We take the stairs up three more floors, because that’s where the party was last time. And, yes, the music is here again, starting and stopping and leaning into itself. Piano, drums, guitar, and bass. I keep thinking that for as long as I was at the party last night, I must have seen the band, but no, I never did. They were off down a hall, in a room that felt like it wasn’t meant to include me. The music kicks into gear, and Angela and I walk toward it. But as we do, it seems like the music is moving toward us, as well. It’s louder and louder, and I swear that more instruments are joining the band every second, and the music has direction now, and it’s like a cloud of noise in the hallway.

“Angela!”

She turns around.

“This is hurting my head!” I yell.

She says something I can’t hear.

“I’m going to walk back the other way!” I call out, pointing at the door to the stairs.

I’m walking, and now jogging, and now running. I hope she’s behind me. She’s not. And there are vibrations under my feet, and it’s not just my shoes coming loose because I’m a terrible runner, or the floors shaking because I’m a terrible runner, but really, the floors shaking because . . . the floors are shaking.

“Angela!”

The music stops. The noise in the hall is of the metal doors shuddering in their door frames.

Angela walks fast from the end of the hallway, and I start toward her again. My head rings with the echoes of the music, and the floor rumbles as though it is a piece of sheet metal being shaken from one end, and we have got to get back to that stairwell.

We meet in the middle. This time, she opens the door to the stairs, and we begin rushing down. One of my purple sandals falls off and tumbles ahead of me down a flight of stairs. I kick the other one off too, and it’s much easier going. I’d leave them here if I didn’t need them—they’re the ones still stained with the mess of the Food Poisoning duo.

“Has this ever happened before?” Angela is much quicker on the stairs than I am.

“No!” My breaths are raspy, and they keep getting stuck in my throat. “Honest to God. There was a party last time.
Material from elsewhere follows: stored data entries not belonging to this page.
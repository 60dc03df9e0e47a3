/**
 * Loads the demo scenario into a database. Each module adds its demo data
 * through a seeder here; seeders are idempotent (a second run changes nothing).
 */
import { closeDb, initDb } from '../../server/db/client';
import { registerJobKinds } from '../../server/job-kinds';
import { seedDemoAccounts } from '../../server/demo/demo-accounts';
import { seedDemoSite } from '../../server/demo/demo-site';
import { seedDemoPlans } from '../../server/demo/demo-plans';

type Seeder = (log: (m: string) => void, databaseUrl: string) => Promise<void>;

/** Seeders run in order: accounts first, then sites, batteries, profiles, then plans and a study. */
const seeders: Seeder[] = [seedDemoAccounts, seedDemoSite, seedDemoPlans];

export async function seedDemo(url: string, log: (m: string) => void): Promise<void> {
  initDb(url, 2);
  // The demo plans and study are queued and computed through the background jobs.
  registerJobKinds();
  try {
    for (const seed of seeders) await seed(log, url);
  } finally {
    await closeDb();
  }
}
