/**
 * Runs independent closed-loop runs on worker threads (one per core by default),
 * started by the one thread bootstrap (../threads/worker-thread.ts) on
 * `./study-worker` next to this module.
 */
import { availableParallelism } from 'node:os';
import { siblingEntry, startWorkerThread } from '../threads/worker-thread';
import type { StudyJob, StudyJobContext } from './study-job';

const spawnWorker = () => startWorkerThread(siblingEntry(import.meta.url, 'study-worker'));

export function defaultWorkerCount(): number {
  return Math.max(1, Math.min(4, availableParallelism()));
}

/**
 * Runs `jobs` over `workers` threads; results come back in job order. Jobs go out
 * longest first (by horizon) so the threads finish close together.
 */
export async function runJobsOnWorkers<R>(
  context: StudyJobContext,
  jobs: readonly StudyJob[],
  workers: number,
  onResult?: (result: R, done: number) => void,
): Promise<R[]> {
  const order = jobs.map((job, index) => ({ job, index })).sort((a, b) => b.job.horizonSteps - a.job.horizonSteps);
  const results = new Array<R>(jobs.length);
  let next = 0;
  let done = 0;
  const threads = Array.from({ length: Math.min(workers, jobs.length) }, spawnWorker);
  try {
    await Promise.all(
      threads.map(
        (thread) =>
          new Promise<void>((resolve, reject) => {
            const sendNext = () => {
              const item = order[next++];
              if (!item) return resolve();
              thread.postMessage({ index: item.index, job: item.job });
            };
            thread.on('message', (message: { index: number; result: R }) => {
              results[message.index] = message.result;
              onResult?.(message.result, ++done);
              sendNext();
            });
            thread.on('error', reject);
            thread.postMessage({ context });
            sendNext();
          }),
      ),
    );
  } finally {
    await Promise.all(threads.map((t) => t.terminate()));
  }
  return results;
}
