/** Database creation and migration, shared by the start, test and db scripts. */
import pg from 'pg';
import path from 'node:path';
import { drizzle } from 'drizzle-orm/node-postgres';
import { migrate } from 'drizzle-orm/node-postgres/migrator';
import { ensureCluster, clusterUrl, projectRoot, SetupError } from './postgres';

export const migrationsFolder = path.join(projectRoot, 'drizzle');

/** Creates the database named in `url` when it does not exist. */
export async function ensureDatabase(url: string): Promise<void> {
  const target = new URL(url);
  const name = decodeURIComponent(target.pathname.slice(1));
  if (!/^[a-z_][a-z0-9_]*$/.test(name)) throw new SetupError(`Unsupported database name "${name}".`);
  const admin = new URL(url);
  admin.pathname = '/postgres';
  const client = new pg.Client({ connectionString: admin.toString() });
  await client.connect();
  try {
    const found = await client.query('select 1 from pg_database where datname = $1', [name]);
    if (found.rowCount === 0) await client.query(`create database "${name}"`);
  } finally {
    await client.end();
  }
}

/** Applies pending Drizzle migrations on one dedicated connection; a second run is a no-op. */
export async function migrateDatabase(url: string): Promise<void> {
  const client = new pg.Client({ connectionString: url });
  await client.connect();
  try {
    await migrate(drizzle(client), { migrationsFolder });
  } catch (error) {
    throw new SetupError(
      `A migration failed: ${(error as Error).message}\nNothing of that migration was applied; fix it and run again.`,
    );
  } finally {
    await client.end();
  }
}

/**
 * Resolves the database URL for a purpose: DATABASE_URL (or TEST_DATABASE_URL
 * for tests) wins; otherwise the private cluster is started and used.
 */
export async function prepareDatabase(
  database: string,
  log: (m: string) => void,
  overrideVar: 'DATABASE_URL' | 'TEST_DATABASE_URL' = 'DATABASE_URL',
): Promise<string> {
  const override = process.env[overrideVar];
  const url = override && override.length > 0 ? override : clusterUrl(database);
  if (!override) await ensureCluster(log);
  await ensureDatabase(url);
  await migrateDatabase(url);
  return url;
}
A girl mixed me a drink.”

Angela reaches the lobby and waits for me. I run out, but maybe I don’t even need to now. The shaking has stopped. The lobby is still and quiet except for the hiss of air in the vents.

“I think we’re good,” I tell her.

“Maybe you are,” Angela says. “I don’t think I should come back.”





eleven


“I HAVE REGRETS,” Mom says. “Things I was going to tell Abuela when I got older. Older! Can you believe how ridiculous I was? I’ve been in denial. And now she might never know.”
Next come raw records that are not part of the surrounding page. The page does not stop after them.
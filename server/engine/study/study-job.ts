/**
 * One run of a horizon study (a horizon and a terminal rule) and the context all
 * runs share, as plain data that can cross to a worker thread.
 */
import type { AlignedInputs } from '../inputs/align-inputs';
import type { SteadyCycle } from '../steady/solve-steady-cycle';
import type { TerminalChoice } from '../terminal/terminal-choice';
import { runClosedLoop, type ClosedLoopRun } from './run-closed-loop';

export interface StudyJobContext {
  readonly inputs: AlignedInputs;
  readonly from: number;
  readonly to: number;
  readonly replanSteps: number;
  readonly initialEnergyKwh: number;
  readonly steady?: SteadyCycle;
  /** Reference SoC at the end of each step of [from, to), for the plans' figures (none: no figures). */
  readonly referenceSoc?: readonly number[];
  readonly bandFraction: number;
  readonly method: 'auto' | 'lp' | 'dp';
}

export interface StudyJob {
  readonly horizonHours: number;
  readonly horizonSteps: number;
  readonly terminal: TerminalChoice;
  /** Only a stretch of the period, from a given energy (speculative parallel closed loop). */
  readonly chunk?: { readonly from: number; readonly stopAt: number; readonly initialEnergyKwh: number };
}

/** A run without its series (they stay in the thread that computed them). */
export type StudyJobResult = Omit<
  ClosedLoopRun,
  'chargeKw' | 'dischargeKw' | 'gridImportKw' | 'gridExportKw' | 'socKwh' | 'plans'
>;

/** The closed-loop run of a job, series included. */
export function runJob(context: StudyJobContext, job: StudyJob): ClosedLoopRun {
  const from = job.chunk?.from ?? context.from;
  return runClosedLoop(context.inputs, {
    from,
    to: context.to,
    horizonSteps: job.horizonSteps,
    replanSteps: context.replanSteps,
    terminal: job.terminal,
    initialEnergyKwh: job.chunk?.initialEnergyKwh ?? context.initialEnergyKwh,
    ...(context.referenceSoc
      ? { referenceSoc: from === context.from ? context.referenceSoc : context.referenceSoc.slice(from - context.from) }
      : {}),
    bandFraction: context.bandFraction,
    method: context.method,
    ...(job.chunk ? { stopAt: job.chunk.stopAt } : {}),
    ...(context.steady ? { steady: context.steady } : {}),
  });
}

export function withoutSeries(run: ClosedLoopRun): StudyJobResult {
  const { chargeKw: _c, dischargeKw: _d, gridImportKw: _m, gridExportKw: _x, socKwh: _e, plans: _p, ...figures } = run;
  return figures;
}

export function runStudyJob(context: StudyJobContext, job: StudyJob): StudyJobResult {
  return withoutSeries(runJob(context, job));
}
“Tell her anyway,” I say. “Whisper them in her ear.” I take the last bite I can stand out of my toast. It has reached that state of trying to turn into its former self—from warm and crunchy to cold and chewy.
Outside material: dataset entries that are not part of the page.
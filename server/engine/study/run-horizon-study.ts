/**
 * Horizon study: closed-loop receding-horizon runs over [start, end) for every
 * horizon H and terminal rule, each compared with the reference path over the
 * same period from the same initial SoC with the free terminal rule (fair because
 * no window reads past `end`). Runs are independent, so they share the cores.
 */
import type { AlignedInputs } from '../inputs/align-inputs';
import type { InputIssue } from '../model/validate-battery';
import { problemFor, socPctToKwh, stepIndexOf, usableEnergyKwh } from '../inputs/problem-for';
import { checkDp } from '../dispatch/dp-bridge';
import { solveReferencePath, steadyFor } from '../reference/solve-reference-path';
import { terminalLabel, type TerminalChoice } from '../terminal/terminal-choice';
import type { DaySelection } from '../steady/representative-day';
import { DEFAULT_BAND_FRACTION } from '../turnpike/turnpike-figures';
import { DEFAULT_GAP_TARGET_PCT, recommendHorizon, type Recommendation } from './recommend-horizon';
import { runClosedLoopParallel } from './parallel-closed-loop';
import { runStudyJob, withoutSeries, type StudyJob, type StudyJobContext, type StudyJobResult } from './study-job';
import { defaultWorkerCount, runJobsOnWorkers } from './worker-pool';
import type { StoredEnergyValuation } from '../value/net-figures';
import { valuedRun } from './valued-run';

export interface StudyRequest {
  /** Defaults: the whole period of the inputs. */
  readonly startMs?: number;
  readonly endMs?: number;
  readonly horizonsHours: readonly number[];
  readonly replanHours: number;
  readonly terminals: readonly TerminalChoice[];
  readonly initialSocPct?: number;
  /** Which local days the steady cycle of the steady-value rule averages (default all). */
  readonly steadyDays?: DaySelection;
  readonly gapTargetPct?: number;
  readonly bandFraction?: number;
  readonly method?: 'auto' | 'lp' | 'dp';
  /** Worker threads; 0 or 1 runs everything in this thread. Default: one per core (max 4). */
  readonly workers?: number;
  readonly onProgress?: (done: number, total: number) => void;
}

export interface StudyRun extends StudyJobResult {
  readonly horizonHours: number;
  readonly terminal: string;
  /** (cost − reference cost) / |reference cost| in %. */
  readonly gapPct: number;
  /** Change in the value of stored energy over the period (currency; steady cycle's λ̄, DESIGN section 3.1). */
  readonly storedEnergyChange: number;
  /** cost − storedEnergyChange: what every ranking of runs uses. */
  readonly netCost: number;
  /** The site over the period with no battery (0 for pure arbitrage). */
  readonly noBatteryCost: number;
  /** noBatteryCost − netCost. */
  readonly batteryValue: number;
  /** netCost − the reference path's netCost, currency. */
  readonly gapValue: number;
  /** 100·gapValue / |the reference path's batteryValue|, in %. */
  readonly valueGapPct: number;
}

export interface HorizonStudy {
  readonly referenceCost: number;
  /** The reference path's net cost (stored energy valued as in every run). */
  readonly referenceNetCost: number;
  /** The reference path's battery value: the scale of valueGapPct. */
  readonly referenceBatteryValue: number;
  readonly noBatteryCost: number;
  /** How stored energy was valued, with the reference path's energies. */
  readonly storedEnergyValuation: StoredEnergyValuation;
  readonly referenceEquivalentCycles: number;
  readonly runs: readonly StudyRun[];
  readonly recommendation: Recommendation;
  readonly seconds: number;
  readonly workers: number;
}

export type StudyResult = { ok: true; study: HorizonStudy } | { ok: false; issue: InputIssue };

const fail = (field: string, message: string): StudyResult => ({ ok: false, issue: { field, message } });

function toSteps(inputs: AlignedInputs, hours: number, what: string): number | string {
  const steps = (hours * 60) / inputs.stepMinutes;
  return Number.isInteger(steps) && steps >= 1
    ? steps
    : `${what} ${hours} h is not a whole, positive number of ${inputs.stepMinutes}-minute steps`;
}

export function gapPct(cost: number, referenceCost: number): number {
  const diff = cost - referenceCost;
  return Math.abs(diff) <= 1e-9 * Math.max(1, Math.abs(referenceCost))
    ? 0
    : (100 * diff) / Math.max(Math.abs(referenceCost), 1e-9);
}

export async function runHorizonStudy(inputs: AlignedInputs, request: StudyRequest): Promise<StudyResult> {
  const started = performance.now();
  const start = stepIndexOf(inputs, request.startMs ?? inputs.timesMs[0]!, 'the study start');
  if (!start.ok) return fail('start', start.message);
  const end =
    request.endMs === undefined
      ? { ok: true as const, index: inputs.timesMs.length }
      : stepIndexOf(inputs, request.endMs, 'the study end');
  if (!end.ok) return fail('end', end.message);
  if (end.index <= start.index) return fail('end', 'the study end must be after its start');
  if (request.horizonsHours.length === 0 || request.terminals.length === 0)
    return fail('horizons', 'give at least one horizon and one terminal rule');
  const replanSteps = toSteps(inputs, request.replanHours, 'the re-plan interval');
  if (typeof replanSteps === 'string') return fail('replan', replanSteps);
  const jobs: StudyJob[] = [];
  for (const hours of request.horizonsHours) {
    const steps = toSteps(inputs, hours, 'the horizon');
    if (typeof steps === 'string') return fail('horizons', steps);
    if (steps < replanSteps)
      return fail('horizons', `the horizon ${hours} h is shorter than the re-plan interval ${request.replanHours} h`);
    for (const terminal of request.terminals) jobs.push({ horizonHours: hours, horizonSteps: steps, terminal });
  }
  const steady = steadyFor(inputs, request.terminals, undefined, request.steadyDays);
  if (!steady.ok) return steady;
  const reference = solveReferencePath(inputs, {
    from: start.index,
    to: end.index,
    terminal: { kind: 'free' },
    ...(steady.steady ? { steady: steady.steady } : {}),
    ...(request.steadyDays ? { steadyDays: request.steadyDays } : {}),
    ...(request.initialSocPct !== undefined ? { initialSocPct: request.initialSocPct } : {}),
    ...(request.method ? { method: request.method } : {}),
  });
  if (!reference.ok) return reference;
  const ref = reference.path.solution;
  const refNet = reference.path.netFigures;
  if (ref.status !== 'optimal' || !refNet)
    return fail('reference', `the reference path could not be solved: ${ref.message ?? ref.status}`);
  const context: StudyJobContext = {
    inputs,
    from: start.index,
    to: end.index,
    replanSteps,
    initialEnergyKwh: socPctToKwh(inputs, request.initialSocPct ?? inputs.battery.socInitialPct),
    referenceSoc: ref.socKwh.slice(1),
    bandFraction: request.bandFraction ?? DEFAULT_BAND_FRACTION,
    method: request.method ?? 'auto',
    ...(steady.steady ? { steady: steady.steady } : {}),
  };
  // On the exact DP a run takes milliseconds, less than starting a worker thread.
  const onDp =
    context.method !== 'lp' && checkDp(problemFor(inputs, start.index, end.index, context.initialEnergyKwh, { kind: 'free' })).ok;
  const workers = request.workers ?? (onDp ? 1 : defaultWorkerCount());
  const results =
    workers > 1 && jobs.length > 1
      ? await runJobsOnWorkers<StudyJobResult>(context, jobs, workers, (_, done) => request.onProgress?.(done, jobs.length))
      : workers > 1 && !onDp
        ? // A single run: split it over the cores instead (speculative stretches, same result).
          [
            withoutSeries(
              context,
              await runClosedLoopParallel(context, jobs[0]!, workers).finally(() => request.onProgress?.(1, 1)),
            ),
          ]
        : jobs.map((job, i) => {
            const result = runStudyJob(context, job);
            request.onProgress?.(i + 1, jobs.length);
            return result;
          });
  const runs: StudyRun[] = results.map((result, i) => ({
    ...result,
    horizonHours: jobs[i]!.horizonHours,
    terminal: terminalLabel(jobs[i]!.terminal),
    gapPct: result.status === 'optimal' ? gapPct(result.cost, ref.cost) : NaN,
    ...valuedRun(inputs, context, result, refNet, steady),
  }));
  return {
    ok: true,
    study: {
      referenceCost: ref.cost,
      referenceNetCost: refNet.netCost,
      referenceBatteryValue: refNet.batteryValue,
      noBatteryCost: refNet.noBatteryCost,
      storedEnergyValuation: refNet.storedEnergyValuation,
      referenceEquivalentCycles: ref.dischargeKw.reduce((s, d) => s + d * inputs.stepHours, 0) / usableEnergyKwh(inputs.battery),
      runs,
      recommendation: recommendHorizon(runs, request.gapTargetPct ?? DEFAULT_GAP_TARGET_PCT, inputs.site.currency),
      seconds: (performance.now() - started) / 1000,
      workers: workers <= 1 ? 1 : jobs.length > 1 ? Math.min(workers, jobs.length) : onDp ? 1 : workers,
    },
  };
}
“Is there anything you want me to tell her for you?”

“No. I think I’ve said it all.”

“Hmm.” Mom sounds unconvinced, but she doesn’t press. “I didn’t mention any of this to Angela, by the way. She sounded strange. Is she okay?”

“We’re just tired. We got to bed late.”

“You shouldn’t do that. You’ve got school.”

“It’s Saturday, Mom.”

“Oh.” The dogs yap. I bet she doesn’t walk them on the beach like Abuela did. Three dogs and Ceci Moreno, all bored and restless and shedding hair, in that one little apartment. It probably doesn’t smell so good right now. “I’ve been thinking about coming home.”

“No.” I bolt off the dining room chair. “I know you don’t think she’s going to wake up. But I do, and someone should be there.”

“I called Tío Mario this morning.”

“He’ll probably poke his head into her hospital room once, be like, ‘Oh, she’s fine,’ and then go back to whatever the hell he does.”